What to produce
Lines from the line with "const s = await stat(file);" to the line with "if (headOnly) return void res.end();" in the entries below, and only those, must be output exactly, with both ends included.

Data provided Start Marker

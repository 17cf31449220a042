// Redraws the install-prompt pictures named in the manifest (public/screenshots/) from the real
// app: production build, served locally, the invented demo creek loaded, headless Chromium.
// Run after a visible change: `node scripts/make-screenshots.mjs`.
import { build, preview } from 'vite';
import { chromium } from 'playwright-core';
import { mkdirSync } from 'node:fs';

const out = 'public/screenshots';
mkdirSync(out, { recursive: true });
await build({ logLevel: 'warn' });
const server = await preview({ logLevel: 'warn', preview: { port: 0, host: '127.0.0.1' } });
const url = server.resolvedUrls.local[0];
const browser = await chromium.launch({
  executablePath: process.env.CHROMIUM_PATH || '/usr/bin/chromium',
  args: ['--no-sandbox', '--disable-gpu', '--disable-background-networking', '--disable-component-update', '--disable-sync', '--no-first-run'],
});
/** A fresh context with the demo creek loaded on today's screen. */
async function demoPage(options) {
  const page = await (await browser.newContext(options)).newPage();
  await page.goto(url);
  await page.getByRole('button', { name: 'Load demo creek' }).click();
  await page.waitForFunction(() => document.querySelectorAll('.sample-card').length >= 3, null, { timeout: 20_000 });
  await page.waitForTimeout(500);
  return page;
}

try {
  // narrow: a phone at 390×844 CSS px, 2× (780×1688 image)
  const page = await demoPage({ viewport: { width: 390, height: 844 }, deviceScaleFactor: 2, isMobile: true, hasTouch: true });
  await page.screenshot({ path: `${out}/today-narrow.png` });
  await page.locator('.sample-card a, a.sample-card').first().click();
  await page.locator('h1', { hasText: 'Sample' }).waitFor();
  await page.waitForTimeout(800);
  await page.screenshot({ path: `${out}/sample-narrow.png` });
  // wide: the same day on an office screen, 1280×800 at 1×
  const wide = await demoPage({ viewport: { width: 1280, height: 800 } });
  await wide.screenshot({ path: `${out}/today-wide.png` });
  console.log(`written: ${out}/today-narrow.png, sample-narrow.png, today-wide.png`);
} finally {
  await browser.close();
  await server.close();
}
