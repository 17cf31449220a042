import { InputError, present, requireRange } from './errors';

/** Celsius to kelvin. */
export function kelvin(tempC: number): number {
  return tempC + 273.15;
}

function checkTemp(tempC: number, min = -2, max = 100): void {
  if (!present('tempC', tempC)) throw new InputError('tempC', 'tempC is required.');
  requireRange('tempC', tempC, min, max, '°C');
}

/**
 * Relative permittivity (dielectric constant) of liquid water.
 * ε(t) = 87.740 − 0.40008 t + 9.398×10⁻⁴ t² − 1.410×10⁻⁶ t³, t in °C.
 * Source: Malmberg & Maryott (1956) J. Res. NBS 56:1 (coefficients from memory; ε(25) = 78.30).
 * Valid 0–100 °C.
 */
export function dielectricConstant(tempC: number): number {
  checkTemp(tempC);
  const t = tempC;
  return 87.74 - 0.40008 * t + 9.398e-4 * t * t - 1.41e-6 * t * t * t;
}

/**
 * Density of air-free water at 1 atm, g/cm³.
 * Kell (1975) J. Chem. Eng. Data 20:97, the rational-function fit (coefficients from memory;
 * ρ(4 °C) = 0.99997, ρ(25 °C) = 0.99705). Valid 0–150 °C; used here 0–100 °C.
 */
export function waterDensity(tempC: number): number {
  checkTemp(tempC);
  const t = tempC;
  const num =
    999.83952 + 16.945176 * t - 7.9870401e-3 * t ** 2 - 46.170461e-6 * t ** 3 + 105.56302e-9 * t ** 4 - 280.54253e-12 * t ** 5;
  return num / (1 + 16.87985e-3 * t) / 1000;
}

/**
 * Debye–Hückel A, (L/mol)^½ on the log10 scale: A = 1.82483×10⁶ ρ^½ (εT)^−3/2.
 * Sources: the expression as in Truesdell & Jones (1974) and Helgeson & Kirkham (1974) (constant
 * from memory); ε from Malmberg & Maryott (1956); ρ from Kell (1975). About 0.511 at 25 °C;
 * published tables give 0.5085–0.5115 depending on the ε used (Freeze & Cherry 1979 App. IV: 0.5085).
 * Valid 0–100 °C.
 */
export function debyeHuckelA(tempC: number): number {
  const eT = dielectricConstant(tempC) * kelvin(tempC);
  return (1.82483e6 * Math.sqrt(waterDensity(tempC))) / Math.pow(eT, 1.5);
}

/**
 * Debye–Hückel B, 1/Å (L/mol)^½: B = 50.2916 ρ^½ (εT)^−1/2. Same sources as {@link debyeHuckelA}.
 * About 0.3287 at 25 °C (Freeze & Cherry 1979 App. IV tabulate 0.3281). Valid 0–100 °C.
 */
export function debyeHuckelB(tempC: number): number {
  const eT = dielectricConstant(tempC) * kelvin(tempC);
  return (50.2916 * Math.sqrt(waterDensity(tempC))) / Math.sqrt(eT);
}
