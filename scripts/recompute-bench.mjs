// Memory and speed of the office command on a large day file: `n` samples-CSV rows (the demo
// day's rows repeated with new IDs) are piped into `recompute.mjs -`, its CSV read and counted
// from standard output, and its peak resident memory (maxRSS) reported by the process itself.
import { spawn } from 'node:child_process';
import { readFileSync } from 'node:fs';
import { once } from 'node:events';
import { performance } from 'node:perf_hooks';

const REPORT = 'data:text/javascript,process.on("exit",()=>process.stderr.write("maxrss_kb="+process.resourceUsage().maxRSS+"\\n"))';

export async function recomputeBench(n) {
  const [header, ...rows] = readFileSync('test/fixtures/exchange/demo-day.csv', 'utf8').trim().split('\r\n');
  const child = spawn(process.execPath, ['--import', REPORT, 'scripts/recompute.mjs', '-'], { stdio: ['pipe', 'pipe', 'pipe'] });
  let outBytes = 0;
  let outRows = 0;
  child.stdout.on('data', (b) => {
    outBytes += b.length;
    for (const c of b) if (c === 0x0a) outRows++;
  });
  let err = '';
  child.stderr.on('data', (b) => (err += b));
  const t0 = performance.now();
  const feed = async () => {
    let buf = header + '\r\n';
    for (let i = 0; i < n; i++) {
      const r = rows[i % rows.length];
      buf += r.replace(/^demo-sample-[^,]+/, `bench-${i}`) + '\r\n';
      if (buf.length > 256_000) {
        if (!child.stdin.write(buf)) await once(child.stdin, 'drain');
        buf = '';
      }
    }
    child.stdin.end(buf);
  };
  await Promise.all([feed(), once(child, 'exit')]);
  const seconds = (performance.now() - t0) / 1000;
  const rss = /maxrss_kb=(\d+)/.exec(err);
  if (child.exitCode !== 0 || !rss) throw new Error(`recompute failed: ${err.slice(0, 500)}`);
  return { rows: outRows - 1, seconds, maxRssMb: Number(rss[1]) / 1024, outMb: outBytes / 1e6 };
}

if (import.meta.url === `file://${process.argv[1]}`) {
  const n = Number(process.argv[2] ?? 100_000);
  console.log(await recomputeBench(n));
}
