/**
 * The built screens (dist/renderer/), built on demand with vite's JS API when the
 * output is missing or older than any source the screens are made from. A lock folder
 * (main/buildLock.mjs) keeps two launches from building into the same folder at once.
 */
import { mkdir, readdir, stat } from 'node:fs/promises';
import { join } from 'node:path';
import { buildUnderLock } from '../buildLock.mjs';

/**
 * Folders and files that go into the screens' bundle: the renderer imports the contract
 * and kinetics helpers, and the contract the reject reasons and source status.
 */
const SOURCE_DIRS = ['renderer', 'main/bridge', 'kinetics'];
const SOURCE_FILES = ['acquisition/sources/sourceStatus.ts'];

export function rendererOutDir(root: string): string {
  return join(root, 'dist', 'renderer');
}

async function newestSource_ms(dir: string): Promise<number> {
  let newest = 0;
  let entries;
  try {
    entries = await readdir(dir, { withFileTypes: true });
  } catch {
    return 0;
  }
  for (const e of entries) {
    const p = join(dir, e.name);
    if (e.isDirectory()) newest = Math.max(newest, await newestSource_ms(p));
    else if (/\.(ts|html|css|json)$/.test(e.name) && !/\.test\.ts$/.test(e.name)) newest = Math.max(newest, (await stat(p)).mtimeMs);
  }
  return newest;
}

/** Why the screens need building, or null when dist/renderer/ is up to date. */
export async function rendererBuildReason(root: string): Promise<string | null> {
  let built_ms: number;
  try {
    built_ms = (await stat(join(rendererOutDir(root), 'index.html'))).mtimeMs;
  } catch {
    return 'not built yet';
  }
  let newest = 0;
  for (const d of SOURCE_DIRS) newest = Math.max(newest, await newestSource_ms(join(root, d)));
  for (const f of SOURCE_FILES) newest = Math.max(newest, await stat(join(root, f)).then((s) => s.mtimeMs, () => 0));
  return newest > built_ms ? 'sources changed since the last build' : null;
}

/** Builds the screens if needed; resolves to the output folder. `log` gets one line when a build runs. */
export async function ensureRendererBuilt(root: string, log: (line: string) => void = () => undefined): Promise<string> {
  await mkdir(join(root, 'dist'), { recursive: true });
  await buildUnderLock(join(root, 'dist', '.renderer-build.lock'), () => rendererBuildReason(root), async (reason) => {
    log(`building the screens (${reason})…`);
    const { build } = await import('vite');
    await build({ configFile: join(root, 'renderer', 'vite.config.ts'), logLevel: 'warn' });
  });
  return rendererOutDir(root);
}
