describe('serial source: running', () => {
  it('passes readings on in order and learns the identity', async () => {
    bench.plug('/dev/ttyUSB0', 'A1');
    const s = make('/dev/ttyUSB0');
    const { readings, events } = record(s);
    await s.open();
    await until(() => events.some((e) => e.type === 'status' && e.status.kind === 'connected' && e.status.identity !== undefined), 'identity');
    for (let t = 1; t <= 20; t++) bench.send('/dev/ttyUSB0', bench.instrument.measure(t));
    bench.send('/dev/ttyUSB0', ['garbage\n', 'a 21.000 630.0 0.5 - - ^0000\n']);
    await until(() => readings.length === 20 && s.rejectedCounts().checksum === 1, 'readings');
    expect(readings.map((r) => r.deviceTime_s)).toEqual(Array.from({ length: 20 }, (_, i) => i + 1));
    expect(s.rejectedCounts()).toMatchObject({ malformed: 1, checksum: 1 });
    expect(await s.command({ type: 'setWavelength', wavelength_nm: 9999 })).toMatchObject({ ok: false, error: /wavelength out of range/ });
    expect(await s.command({ type: 'setInterval', interval_s: 0.05 })).toEqual({ ok: true });
  });

  it('after a pulled cable: disconnected, reconnects with back-off, a gap, and the run goes on', async () => {
    bench.plug('/dev/ttyUSB0', 'A1');
    const s = make('/dev/ttyUSB0', { staleAfterIntervals: 1000 });
    const { readings, events, statuses } = record(s);
    await s.open();
    for (let t = 1; t <= 5; t++) bench.send('/dev/ttyUSB0', bench.instrument.measure(t));
    await until(() => readings.length === 5, 'first readings');
    await wait(10);
    bench.pull('/dev/ttyUSB0');
    await until(() => statuses().filter((k) => k === 'reconnecting').length >= 3, 'several attempts');
    expect(statuses()).toContain('disconnected');
    const delays = events.flatMap((e) => (e.type === 'status' && e.status.kind === 'reconnecting' ? [e.status.delay_ms] : []));
    expect(delays.slice(0, 3)).toEqual([20, 40, 80]); // back-off doubles up to its ceiling
    bench.plug('/dev/ttyUSB0', 'A1');
    await until(() => statuses().at(-1) === 'connected' || statuses().includes('connected') && bench.opened.length === 2, 'reconnected');
    await until(() => bench.opened.length === 2, 'second open');
    await wait(10);
    for (let t = 9; t <= 12; t++) bench.send('/dev/ttyUSB0', bench.instrument.measure(t));
    await until(() => readings.length === 9, 'readings after the reconnection');
    const gap = events.find((e) => e.type === 'gap');
    expect(gap).toBeDefined();
    if (gap?.type === 'gap') {
      expect(gap.from_ms).toBe(readings[4]!.hostTime_ms);
      expect(gap.to_ms).toBe(readings[5]!.hostTime_ms);
    }
    expect(events.findIndex((e) => e.type === 'gap')).toBeLessThan(events.findIndex((e) => e.type === 'reading' && e.reading.deviceTime_s === 9));
  });

  it('follows the same serial number when the device comes back on another path', async () => {
    bench.plug('/dev/ttyUSB0', 'FT1234');
    const s = make('/dev/ttyUSB0', { staleAfterIntervals: 1000 });
    const { readings, events } = record(s);
    await s.open();
    await wait(10);
    bench.pull('/dev/ttyUSB0');
    await wait(30);
    bench.plug('/dev/ttyUSB1', 'FT1234');
    await until(() => bench.opened.some((o) => o.path === '/dev/ttyUSB1'), 'reopened on the new path');
    await wait(10);
    bench.send('/dev/ttyUSB1', bench.instrument.measure(3));
    await until(() => readings.length === 1, 'reading on the new path');
    expect(events.some((e) => e.type === 'warning' && /serial number FT1234 came back on \/dev\/ttyUSB1/.test(e.message))).toBe(true);
  });

  it('marks a silent feed stale after several intervals and reopens the port', async () => {
    bench.plug('/dev/ttyUSB0', 'A1');
    const s = make('/dev/ttyUSB0', { staleAfterIntervals: 4 }); // 4 × 50 ms
    const { readings, events, statuses } = record(s);
    await s.open();
    // Two readings 50 ms apart show the pace; then the device falls silent.
    bench.send('/dev/ttyUSB0', bench.instrument.measure(1));
    await wait(50);
    bench.send('/dev/ttyUSB0', bench.instrument.measure(2));
    await until(() => readings.length === 2, 'two readings');
    await until(() => statuses().includes('stale'), 'stale', 2000);
    const stale = events.find((e) => e.type === 'status' && e.status.kind === 'stale');
    if (stale?.type === 'status' && stale.status.kind === 'stale') expect(stale.status.sinceLastReading_ms).toBeGreaterThan(200);
    await until(() => bench.opened.length >= 2, 'reopened');
    await wait(10);
    bench.send('/dev/ttyUSB0', bench.instrument.measure(3));
    await until(() => readings.length === 3, 'reading after reopen');
    expect(events.some((e) => e.type === 'gap' && e.reason === 'feed went stale')).toBe(true);
  });

  it('learns a slow instrument\'s pace: readings every 3 intervals are not stale, silence after them is', async () => {
    bench.plug('/dev/ttyUSB0', 'A1');
    // Configured: 50 ms readings, stale after 2 of them (100 ms). The device reads every 150 ms,
    // so the configured rule alone (the negative control) would call every gap stale.
    const s = make('/dev/ttyUSB0', { staleAfterIntervals: 2 });
    const { readings, statuses } = record(s);
    await s.open();
    for (let i = 1; i <= 8; i++) { if (i > 1) await wait(150); bench.send('/dev/ttyUSB0', bench.instrument.measure(i)); }
    await until(() => readings.length === 8, 'the slow readings');
    expect(statuses()).not.toContain('stale');
    await until(() => statuses().includes('stale'), 'stale once the readings stop', 3000);
  });

  it('does not call a stopped device stale', async () => {
    bench.plug('/dev/ttyUSB0', 'A1');
    const s = make('/dev/ttyUSB0', { staleAfterIntervals: 2 });
    const { statuses } = record(s);
    await s.open();
    expect(await s.command({ type: 'stop' })).toEqual({ ok: true });
    await wait(300);
    expect(statuses()).not.toContain('stale');
  });

  it('warns once when the cell temperature drifts more than 0.5 K', async () => {
    bench.plug('/dev/ttyUSB0', 'A1');
    const s = make('/dev/ttyUSB0');
    const { events, readings } = record(s);
    await s.open();
    // common practice: hold a kinetics cell within about ±0.5 K
    const temps = [25.0, 25.1, 25.3, 25.45, 25.62, 25.7, 25.8];
    bench.send('/dev/ttyUSB0', temps.map((c, i) => formatAbsorbance(i + 1, 630, 0.5, c)));
    await until(() => readings.length === temps.length, 'readings');
    const warnings = events.filter((e) => e.type === 'warning' && /cell temperature 25.62 °C has moved \+0.62 K/.test(e.message));
    expect(warnings.length).toBe(1);
    expect(events.filter((e) => e.type === 'warning').length).toBe(1);
  });

  it('takes a blank on a counts device and turns counts into absorbance', async () => {
    bench.instrument = new SimulatedInstrument(defaultInstrumentSettings(reaction, { sends: 'counts' }));
    bench.plug('/dev/ttyUSB0', 'A1');
    const s = make('/dev/ttyUSB0', { blankDuration_s: 3 });
    const { events, readings } = record(s);
    await s.open();
    expect(await s.command({ type: 'takeBlank' })).toEqual({ ok: true });
    for (let t = 1; t <= 8; t++) bench.send('/dev/ttyUSB0', bench.instrument.measure(t));
    await until(() => readings.length === 5, 'readings after the blank');
    const blank = events.find((e) => e.type === 'blank');
    expect(blank?.type === 'blank' && blank.blank.points).toBe(3);
    for (const r of readings) {
      if (blank?.type !== 'blank') break;
      // common practice: A = −log10((I − I_dark)/(I_blank − I_dark))
      expect(r.absorbance).toBeCloseTo(-Math.log10((r.sampleCounts! - r.darkCounts!) / blank.blank.netBlank_counts), 12);
    }
  });
});
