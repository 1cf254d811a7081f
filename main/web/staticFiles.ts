/**
 * The built screens served as files, confined to their folder: the request path is
 * decoded, normalised and checked to stay inside it, so `..` or an encoded slash cannot
 * reach anything else on disk; and the file's real path (every symbolic link followed)
 * must be inside the folder's real path too, so a link placed in the build folder cannot
 * hand out a file from elsewhere.
 */
import { createReadStream } from 'node:fs';
import { realpath, stat } from 'node:fs/promises';
import type { ServerResponse } from 'node:http';
import { extname, resolve, sep } from 'node:path';

const TYPES: Record<string, string> = {
  '.html': 'text/html; charset=utf-8',
  '.js': 'text/javascript; charset=utf-8',
  '.mjs': 'text/javascript; charset=utf-8',
  '.css': 'text/css; charset=utf-8',
  '.json': 'application/json; charset=utf-8',
  '.svg': 'image/svg+xml',
  '.png': 'image/png',
  '.ico': 'image/x-icon',
  '.woff2': 'font/woff2',
  '.map': 'application/json; charset=utf-8',
  '.txt': 'text/plain; charset=utf-8',
};

/** The file a request path names inside `root`, or null when it would leave the folder. */
export function confinedPath(root: string, pathname: string): string | null {
  let decoded: string;
  try {
    decoded = decodeURIComponent(pathname);
  } catch {
    return null;
  }
  if (decoded.includes('\0') || decoded.includes('\\')) return null;
  const rel = decoded === '/' || decoded === '' ? 'index.html' : decoded.replace(/^\/+/, '');
  const base = resolve(root);
  const full = resolve(base, rel);
  return full === base || full.startsWith(base + sep) ? full : null;
}

export async function serveStatic(
  root: string | null, pathname: string, headOnly: boolean, res: ServerResponse,
  refuse: (res: ServerResponse, status: number, text: string) => void,
): Promise<void> {
  if (!root) return refuse(res, 503, 'the screens are not built; run "npm run build:renderer" and start again.');
  const named = confinedPath(root, pathname);
  if (!named) return refuse(res, 404, 'not found.');
  try {
    const realRoot = await realpath(root);
    const file = await realpath(named);
    if (!file.startsWith(realRoot + sep)) return refuse(res, 404, 'not found.');
    const s = await stat(file);
    if (!s.isFile()) return refuse(res, 404, 'not found.');
    res.writeHead(200, {
      'content-type': TYPES[extname(file).toLowerCase()] ?? 'application/octet-stream',
      'content-length': s.size,
      'cache-control': 'no-store',
    });
    if (headOnly) return void res.end();
    createReadStream(file).on('error', () => res.destroy()).pipe(res);
  } catch {
    refuse(res, 404, 'not found.');
  }
}
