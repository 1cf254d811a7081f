import { defineConfig } from 'vitest/config';

// One suite for the whole project. End-to-end tests (real Chromium, socat pty pairs,
// killed processes) live under test/ and need more time than the unit tests beside
// the code; the machines are small (2 cores), so workers are capped.
export default defineConfig({
  test: {
    include: ['{kinetics,acquisition,main,renderer,test}/**/*.test.ts'],
    exclude: ['node_modules/**', 'test/bench/**'],
    testTimeout: 30_000,
    hookTimeout: 60_000,
    pool: 'forks',
    maxWorkers: 2,
    reporters: ['default', './test/closingLineReporter.ts'],
  },
});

Data provided End Marker

The answer
    const s = await stat(file);
    if (!s.isFile()) return refuse(res, 404, 'not found.');
    res.writeHead(200, {
      'content-type': TYPES[extname(file).toLowerCase()] ?? 'application/octet-stream',
      'content-length': s.size,
      'cache-control': 'no-store',
    });
    if (headOnly) return void res.end();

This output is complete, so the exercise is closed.